EXERCISE DIRECTIONS: Go through the entries below from the first line and transcribe each one exactly, ending with the line that contains "kernel sweeps, and".

MATERIAL FOR THIS TASK START

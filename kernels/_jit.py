"""The one place for JIT options of every relaxtui kernel.

``cache=True`` keeps compiled machine code on disk between processes,
``nogil=True`` lets a user-interface thread run while a kernel sweeps, and
fastmath stays off so results are reproducible bit for bit.

Helpers that a kernel calls once per row segment are declared with
``@kernel(inline=True)``: numba then inlines them into the caller's IR, which
keeps their loops vectorisable (a plain call would pass every array as a
struct of fields and stop LLVM from seeing through it).
"""

from numba import njit

JIT_OPTIONS = dict(cache=True, nogil=True, fastmath=False)


def kernel(fn=None, *, parallel=False, inline=False):
    """Decorate a kernel with the project's JIT options (compiled on first call)."""

    def wrap(f):
        return njit(parallel=parallel, inline="always" if inline else "never", **JIT_OPTIONS)(f)

    return wrap(fn) if fn is not None else wrap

MATERIAL FOR THIS TASK END

RESPONSE TO THE TASK:
filename kernels/_jit.py
"""The one place for JIT options of every relaxtui kernel.

``cache=True`` keeps compiled machine code on disk between processes,
``nogil=True`` lets a user-interface thread run while a kernel sweeps, and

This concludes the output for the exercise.